I noticed in the stable the other day that Filly did not want to yield her hind quarters when I asked her to move over with my fingers. Did not want to included lashing out with her hind leg, running around me in circles, and generally acting a bit disrespectful.
I felt I needed to fix this for safety of myself and the staff, but also to improve her inside leg isolations when ridden. She cut herself on barbed wire a couple of days ago, not badly but bad enough not to ride for a few days. This then is an ideal opportunity to fix some ground work problems without wasting riding time.
I decided that the confines of a stable were not a good place to deal with a kicking horse so we went to the indoor school.
First a check that it was not a physical discomfort, so I scratched her good and hard in the area I was asking for the porcupine. She didn't like this to start, but gradually seemed to real enjoy it with a curled lip and a look of "please don't stop".
Not physical then, so it must be a mental brace. I like to use my hands for this exercise, although Parelli advocates the use of a carrot stick. The stick does allow you to keep your distance and is probably safer, but with my fingers I could more accurately apply the pressure and also feel for any muscle tenseness in her sides.
As soon as I applied my fingers with an intention to move her she reacted. She did move away from my fingers, but it was an escape not a yield. It was also accompanied with lots of tail swishing and attempts to bite me, blocked by an elbow. Despite the fact she had moved away this would not have been the time to release the pressure, it would teach that this attitude was what was required as well as the movement. Thus I just held the pressure and around and around we went. To be honest I got very giddy, but stopping would have been a huge mistake. I could also feel the muscles under my finger tense into a massive brace. I was intently looking for signs of any relaxation on her part so that I could release, but it felt like an age until it came. Not complete relaxation, just a slight softening of her body, more fluid motion and the tail not actually hitting me.

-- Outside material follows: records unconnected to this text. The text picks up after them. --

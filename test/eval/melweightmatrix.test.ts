// MelWeightMatrix against onnxruntime-node (graph optimizations off) on seeded random filter banks: mel bin
// counts, DFT lengths, sample rates and band edges below the Nyquist frequency. Computation: the ONNX backend
// test case melweightmatrix.py (onnx 1.12.0), whose fixed case test_melweightmatrix runs in conformance.test.ts.
import { describe, it } from 'vitest';
import { rng, T, vsOrt } from './ort-compare.js';

describe('MelWeightMatrix vs onnxruntime-node', () => {
  it('random filter banks (seeded)', async () => {
    for (let seed = 1; seed <= 12; seed++) {
      const r = rng(seed);
      const mels = 1 + Math.floor(r() * 12);
      const dft = 8 + Math.floor(r() * 120);
      const rate = [8000, 16000, 22050, 44100][seed % 4]!;
      const upper = Math.floor((0.3 + 0.7 * r()) * (rate / 2));
      const lower = Math.floor(r() * 0.3 * upper);
      await vsOrt('MelWeightMatrix', 17, [
        { name: 'mels', dims: [], data: [mels], type: T.INT64, init: true },
        { name: 'dft', dims: [], data: [dft], type: T.INT64, init: true },
        { name: 'rate', dims: [], data: [rate], type: T.INT64, init: true },
        { name: 'lower', dims: [], data: [lower], init: true },
        { name: 'upper', dims: [], data: [upper], init: true },
      ], seed % 3 === 0 ? { output_datatype: T.DOUBLE } : {}, [{ name: 'y', type: seed % 3 === 0 ? T.DOUBLE : T.FLOAT }], 1e-6);
    }
  });
});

During this first session she had also thrown in the odd rear as well, which is fun when you have your fingers pressed into her sides  . By staying close she had no space in which to actually attempt to get me with a leg but it was uncomfortable all the same.
After that first release I went to the driving game with a stick and flag to try and help get the brace out of her body, which did work, but this was the driving game and it was porcupine she was reacting to.
Second round of porcupine and she tried the whole range of evasion to get of the pressure, other than a yield with good attitude. But it took less time to get the attitude I desired and with a sigh of relief I could release again. Of course this whole process was repeated on both sides.
By the end of the session I could give her a good hard friendly game scratch on the porcupine spot then lighten up, add intention and get a yield with half decent attitude, then back to a good hard friendly scratch again.
I guess this was another step in her acceptance of my leadership over her, one of the last I hope, and she was not going to give this precious control up without at least discussing the issue with me. No hard feelings on my part, I would probably have reacted the same. The trade I offered was that nice scratch, followed by a few seconds of control and back to the scratch again. Eventually she decided that as a trade it was not a bad offer and preferable to running round and round in circles ​


----------